* Task statement: Where in the data below does the word "simulate" appear? Copy every line that has it.

(Stored data)
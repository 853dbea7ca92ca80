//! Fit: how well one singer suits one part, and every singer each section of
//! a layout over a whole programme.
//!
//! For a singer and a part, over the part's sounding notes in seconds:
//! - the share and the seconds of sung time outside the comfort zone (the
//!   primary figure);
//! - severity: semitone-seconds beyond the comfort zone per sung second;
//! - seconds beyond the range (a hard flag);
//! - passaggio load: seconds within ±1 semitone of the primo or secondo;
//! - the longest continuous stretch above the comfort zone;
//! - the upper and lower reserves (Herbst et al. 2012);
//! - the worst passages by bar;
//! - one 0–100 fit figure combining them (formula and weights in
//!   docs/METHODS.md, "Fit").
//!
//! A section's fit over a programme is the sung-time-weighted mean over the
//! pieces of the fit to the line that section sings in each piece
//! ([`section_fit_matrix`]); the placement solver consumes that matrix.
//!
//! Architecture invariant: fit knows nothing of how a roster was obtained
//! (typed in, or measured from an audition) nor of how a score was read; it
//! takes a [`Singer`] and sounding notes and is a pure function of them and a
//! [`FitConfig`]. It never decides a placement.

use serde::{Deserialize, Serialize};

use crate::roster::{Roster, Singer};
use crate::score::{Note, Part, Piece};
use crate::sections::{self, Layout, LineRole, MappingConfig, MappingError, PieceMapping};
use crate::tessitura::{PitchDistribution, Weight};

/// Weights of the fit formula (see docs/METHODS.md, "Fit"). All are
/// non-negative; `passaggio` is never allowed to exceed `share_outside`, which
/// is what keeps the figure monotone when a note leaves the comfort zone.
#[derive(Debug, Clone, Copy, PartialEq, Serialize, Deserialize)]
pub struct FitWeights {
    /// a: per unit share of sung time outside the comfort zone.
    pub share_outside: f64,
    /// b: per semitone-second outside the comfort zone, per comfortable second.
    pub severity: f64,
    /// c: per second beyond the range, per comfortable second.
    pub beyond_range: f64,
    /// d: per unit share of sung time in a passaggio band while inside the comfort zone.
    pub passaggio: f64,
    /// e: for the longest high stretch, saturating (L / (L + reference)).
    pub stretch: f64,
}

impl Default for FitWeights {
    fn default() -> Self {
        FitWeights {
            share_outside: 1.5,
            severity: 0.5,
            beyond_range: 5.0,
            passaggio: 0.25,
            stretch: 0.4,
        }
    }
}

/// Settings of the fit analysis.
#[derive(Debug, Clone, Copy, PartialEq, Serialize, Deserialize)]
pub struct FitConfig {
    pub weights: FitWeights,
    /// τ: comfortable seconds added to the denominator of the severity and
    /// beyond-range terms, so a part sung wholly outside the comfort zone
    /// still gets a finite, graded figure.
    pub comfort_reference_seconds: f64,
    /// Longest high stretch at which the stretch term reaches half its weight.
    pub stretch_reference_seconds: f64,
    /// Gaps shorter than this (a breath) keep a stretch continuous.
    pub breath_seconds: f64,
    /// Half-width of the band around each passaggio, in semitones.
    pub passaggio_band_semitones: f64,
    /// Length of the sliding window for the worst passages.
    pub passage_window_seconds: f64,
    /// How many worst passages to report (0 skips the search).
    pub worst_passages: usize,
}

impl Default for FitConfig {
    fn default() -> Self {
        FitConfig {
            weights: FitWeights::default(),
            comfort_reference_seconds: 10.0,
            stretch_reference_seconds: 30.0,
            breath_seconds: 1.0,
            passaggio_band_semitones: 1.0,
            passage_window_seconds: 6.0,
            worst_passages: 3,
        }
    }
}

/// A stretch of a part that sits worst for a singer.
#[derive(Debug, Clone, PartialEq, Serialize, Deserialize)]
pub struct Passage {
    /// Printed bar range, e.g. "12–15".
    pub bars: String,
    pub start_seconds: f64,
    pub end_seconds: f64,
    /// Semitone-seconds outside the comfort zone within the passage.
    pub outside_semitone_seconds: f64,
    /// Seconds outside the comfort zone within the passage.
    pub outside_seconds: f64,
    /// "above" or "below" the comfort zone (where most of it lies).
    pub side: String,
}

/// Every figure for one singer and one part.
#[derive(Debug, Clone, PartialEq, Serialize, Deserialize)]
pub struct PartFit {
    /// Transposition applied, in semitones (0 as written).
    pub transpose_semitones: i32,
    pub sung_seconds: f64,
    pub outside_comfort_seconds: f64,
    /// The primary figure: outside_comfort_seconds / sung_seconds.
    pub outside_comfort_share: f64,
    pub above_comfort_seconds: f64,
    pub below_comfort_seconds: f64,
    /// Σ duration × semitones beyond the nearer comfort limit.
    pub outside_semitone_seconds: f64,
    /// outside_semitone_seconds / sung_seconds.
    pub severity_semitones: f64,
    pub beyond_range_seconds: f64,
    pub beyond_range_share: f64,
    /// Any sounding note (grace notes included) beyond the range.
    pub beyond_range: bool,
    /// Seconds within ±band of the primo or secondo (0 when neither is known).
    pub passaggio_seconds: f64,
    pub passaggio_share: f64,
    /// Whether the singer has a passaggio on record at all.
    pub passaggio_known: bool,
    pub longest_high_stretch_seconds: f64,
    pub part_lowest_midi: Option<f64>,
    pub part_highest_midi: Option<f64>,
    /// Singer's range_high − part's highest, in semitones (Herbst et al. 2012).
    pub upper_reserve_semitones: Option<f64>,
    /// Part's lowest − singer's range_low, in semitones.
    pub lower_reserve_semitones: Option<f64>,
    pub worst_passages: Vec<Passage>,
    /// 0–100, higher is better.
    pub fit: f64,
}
==
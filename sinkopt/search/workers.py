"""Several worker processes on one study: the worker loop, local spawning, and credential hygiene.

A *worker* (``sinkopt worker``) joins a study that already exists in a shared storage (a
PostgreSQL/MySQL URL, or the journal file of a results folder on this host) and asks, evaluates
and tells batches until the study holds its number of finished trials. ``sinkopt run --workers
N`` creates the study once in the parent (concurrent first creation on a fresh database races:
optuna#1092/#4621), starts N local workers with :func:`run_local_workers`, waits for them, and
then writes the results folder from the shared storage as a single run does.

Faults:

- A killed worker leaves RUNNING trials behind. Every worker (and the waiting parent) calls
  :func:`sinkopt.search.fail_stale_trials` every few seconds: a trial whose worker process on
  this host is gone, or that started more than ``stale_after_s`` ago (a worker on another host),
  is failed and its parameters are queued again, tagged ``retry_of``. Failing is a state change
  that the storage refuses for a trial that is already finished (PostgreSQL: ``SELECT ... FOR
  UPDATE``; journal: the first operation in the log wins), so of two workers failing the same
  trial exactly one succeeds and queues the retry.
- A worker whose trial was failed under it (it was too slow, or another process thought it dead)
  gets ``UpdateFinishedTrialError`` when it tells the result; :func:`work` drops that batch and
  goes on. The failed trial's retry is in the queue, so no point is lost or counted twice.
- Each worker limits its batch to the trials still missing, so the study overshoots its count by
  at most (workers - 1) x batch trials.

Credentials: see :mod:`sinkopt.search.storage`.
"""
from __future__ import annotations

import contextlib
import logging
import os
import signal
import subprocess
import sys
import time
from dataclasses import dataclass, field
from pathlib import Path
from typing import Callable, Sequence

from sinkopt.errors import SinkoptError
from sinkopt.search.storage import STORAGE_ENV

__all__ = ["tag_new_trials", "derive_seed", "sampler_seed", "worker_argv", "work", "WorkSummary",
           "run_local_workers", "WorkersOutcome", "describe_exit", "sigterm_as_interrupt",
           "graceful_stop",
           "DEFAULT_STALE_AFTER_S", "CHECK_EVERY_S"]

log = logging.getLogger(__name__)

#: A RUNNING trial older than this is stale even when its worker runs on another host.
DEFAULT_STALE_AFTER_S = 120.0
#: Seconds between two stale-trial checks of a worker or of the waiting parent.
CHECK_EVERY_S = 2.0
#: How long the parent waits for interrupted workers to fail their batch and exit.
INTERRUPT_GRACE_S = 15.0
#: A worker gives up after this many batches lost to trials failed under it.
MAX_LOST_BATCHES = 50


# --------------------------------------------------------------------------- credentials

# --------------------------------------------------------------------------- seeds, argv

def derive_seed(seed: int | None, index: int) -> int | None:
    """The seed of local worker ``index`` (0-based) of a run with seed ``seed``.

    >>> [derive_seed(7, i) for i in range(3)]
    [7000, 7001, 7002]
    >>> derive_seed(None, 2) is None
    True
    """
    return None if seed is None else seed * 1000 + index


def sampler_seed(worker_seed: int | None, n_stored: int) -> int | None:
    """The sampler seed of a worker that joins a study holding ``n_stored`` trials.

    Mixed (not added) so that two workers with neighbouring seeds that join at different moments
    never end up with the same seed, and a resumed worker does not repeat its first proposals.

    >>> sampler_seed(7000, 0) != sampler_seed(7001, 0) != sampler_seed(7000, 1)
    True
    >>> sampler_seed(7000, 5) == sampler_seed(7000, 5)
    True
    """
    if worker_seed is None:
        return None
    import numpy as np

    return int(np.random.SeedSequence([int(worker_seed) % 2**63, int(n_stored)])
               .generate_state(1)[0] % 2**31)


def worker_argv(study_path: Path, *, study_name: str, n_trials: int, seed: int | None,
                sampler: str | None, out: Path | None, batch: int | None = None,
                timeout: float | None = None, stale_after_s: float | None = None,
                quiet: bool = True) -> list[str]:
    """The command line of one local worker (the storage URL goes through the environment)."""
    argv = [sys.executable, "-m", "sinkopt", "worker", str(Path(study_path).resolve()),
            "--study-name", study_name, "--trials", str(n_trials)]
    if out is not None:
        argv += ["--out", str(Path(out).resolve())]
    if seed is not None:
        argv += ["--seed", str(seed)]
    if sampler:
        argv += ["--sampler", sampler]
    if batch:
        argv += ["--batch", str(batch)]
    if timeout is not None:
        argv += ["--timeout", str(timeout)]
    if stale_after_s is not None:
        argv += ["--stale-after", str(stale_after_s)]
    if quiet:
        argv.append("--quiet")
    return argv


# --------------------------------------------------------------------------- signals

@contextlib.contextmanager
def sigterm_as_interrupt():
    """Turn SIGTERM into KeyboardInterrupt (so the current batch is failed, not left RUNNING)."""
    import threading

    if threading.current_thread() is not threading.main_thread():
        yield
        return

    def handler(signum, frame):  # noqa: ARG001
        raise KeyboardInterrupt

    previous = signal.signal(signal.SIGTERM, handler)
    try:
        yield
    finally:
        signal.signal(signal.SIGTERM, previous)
...
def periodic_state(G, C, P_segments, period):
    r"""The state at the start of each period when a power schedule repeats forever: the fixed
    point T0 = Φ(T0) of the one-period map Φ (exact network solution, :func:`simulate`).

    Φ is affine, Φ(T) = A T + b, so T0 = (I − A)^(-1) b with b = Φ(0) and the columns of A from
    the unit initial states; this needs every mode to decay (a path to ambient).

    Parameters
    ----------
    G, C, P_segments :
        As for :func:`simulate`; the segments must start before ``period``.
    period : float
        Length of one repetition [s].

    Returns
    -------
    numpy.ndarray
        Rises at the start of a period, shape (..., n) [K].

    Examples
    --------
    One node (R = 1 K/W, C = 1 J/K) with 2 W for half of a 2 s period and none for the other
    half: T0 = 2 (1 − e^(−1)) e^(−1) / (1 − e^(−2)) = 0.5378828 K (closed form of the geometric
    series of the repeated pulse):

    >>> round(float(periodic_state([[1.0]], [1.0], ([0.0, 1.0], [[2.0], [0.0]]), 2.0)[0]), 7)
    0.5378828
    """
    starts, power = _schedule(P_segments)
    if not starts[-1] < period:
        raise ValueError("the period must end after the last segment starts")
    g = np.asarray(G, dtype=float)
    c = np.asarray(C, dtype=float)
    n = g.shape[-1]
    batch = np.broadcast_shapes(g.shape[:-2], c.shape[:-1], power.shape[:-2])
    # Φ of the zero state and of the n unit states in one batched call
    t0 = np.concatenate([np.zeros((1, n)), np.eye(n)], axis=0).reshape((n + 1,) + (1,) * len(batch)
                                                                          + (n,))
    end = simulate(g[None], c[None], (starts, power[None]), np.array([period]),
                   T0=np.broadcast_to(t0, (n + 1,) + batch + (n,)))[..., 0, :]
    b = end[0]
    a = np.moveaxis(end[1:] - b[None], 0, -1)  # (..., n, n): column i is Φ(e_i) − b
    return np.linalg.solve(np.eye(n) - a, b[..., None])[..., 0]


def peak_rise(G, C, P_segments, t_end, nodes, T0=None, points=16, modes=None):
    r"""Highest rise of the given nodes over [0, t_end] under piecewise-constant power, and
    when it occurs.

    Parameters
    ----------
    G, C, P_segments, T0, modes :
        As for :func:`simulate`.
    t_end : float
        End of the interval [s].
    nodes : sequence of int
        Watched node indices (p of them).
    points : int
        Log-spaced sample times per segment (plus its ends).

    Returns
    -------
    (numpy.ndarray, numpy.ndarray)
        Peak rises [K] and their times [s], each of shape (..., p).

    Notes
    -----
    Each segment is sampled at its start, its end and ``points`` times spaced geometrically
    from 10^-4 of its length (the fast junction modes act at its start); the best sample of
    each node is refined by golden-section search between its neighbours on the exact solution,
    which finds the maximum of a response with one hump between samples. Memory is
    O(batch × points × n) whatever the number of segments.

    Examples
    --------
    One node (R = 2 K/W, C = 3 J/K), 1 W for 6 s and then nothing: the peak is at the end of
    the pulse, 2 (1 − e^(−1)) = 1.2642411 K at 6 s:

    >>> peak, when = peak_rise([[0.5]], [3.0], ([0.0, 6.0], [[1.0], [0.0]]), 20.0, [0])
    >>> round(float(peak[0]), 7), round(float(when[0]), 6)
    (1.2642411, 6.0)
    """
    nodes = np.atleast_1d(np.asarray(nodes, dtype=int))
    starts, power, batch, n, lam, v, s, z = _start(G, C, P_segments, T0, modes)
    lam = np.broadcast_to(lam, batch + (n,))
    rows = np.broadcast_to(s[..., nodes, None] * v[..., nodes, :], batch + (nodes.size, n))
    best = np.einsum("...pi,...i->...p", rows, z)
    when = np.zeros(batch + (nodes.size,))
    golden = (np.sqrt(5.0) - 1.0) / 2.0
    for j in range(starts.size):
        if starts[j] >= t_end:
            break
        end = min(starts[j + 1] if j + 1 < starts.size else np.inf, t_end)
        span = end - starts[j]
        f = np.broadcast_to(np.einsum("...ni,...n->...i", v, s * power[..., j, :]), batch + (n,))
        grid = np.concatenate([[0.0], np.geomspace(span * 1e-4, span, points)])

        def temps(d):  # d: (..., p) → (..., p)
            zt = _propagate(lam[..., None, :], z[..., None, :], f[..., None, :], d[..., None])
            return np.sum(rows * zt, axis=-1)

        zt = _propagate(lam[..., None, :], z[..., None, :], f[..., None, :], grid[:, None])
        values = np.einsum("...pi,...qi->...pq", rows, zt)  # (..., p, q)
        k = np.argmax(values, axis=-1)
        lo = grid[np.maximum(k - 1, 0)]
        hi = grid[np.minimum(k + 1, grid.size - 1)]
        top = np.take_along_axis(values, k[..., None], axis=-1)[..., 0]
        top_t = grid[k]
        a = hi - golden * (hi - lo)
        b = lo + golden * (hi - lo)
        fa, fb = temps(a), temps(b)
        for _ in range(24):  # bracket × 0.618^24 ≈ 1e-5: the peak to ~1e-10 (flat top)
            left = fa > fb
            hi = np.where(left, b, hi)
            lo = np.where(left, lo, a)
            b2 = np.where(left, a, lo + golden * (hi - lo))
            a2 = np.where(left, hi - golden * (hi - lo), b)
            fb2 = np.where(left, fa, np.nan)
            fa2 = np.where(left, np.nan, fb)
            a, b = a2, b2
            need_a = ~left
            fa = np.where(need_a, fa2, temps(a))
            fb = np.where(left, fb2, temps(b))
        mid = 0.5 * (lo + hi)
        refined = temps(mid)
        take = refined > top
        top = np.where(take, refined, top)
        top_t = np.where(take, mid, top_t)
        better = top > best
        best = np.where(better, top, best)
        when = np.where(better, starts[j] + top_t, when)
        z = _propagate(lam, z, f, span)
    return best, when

* Exercise output:
    point T0 = Φ(T0) of the one-period map Φ (exact network solution, :func:`simulate`).
        As for :func:`simulate`; the segments must start before ``period``.
    end = simulate(g[None], c[None], (starts, power[None]), np.array([period]),
        As for :func:`simulate`.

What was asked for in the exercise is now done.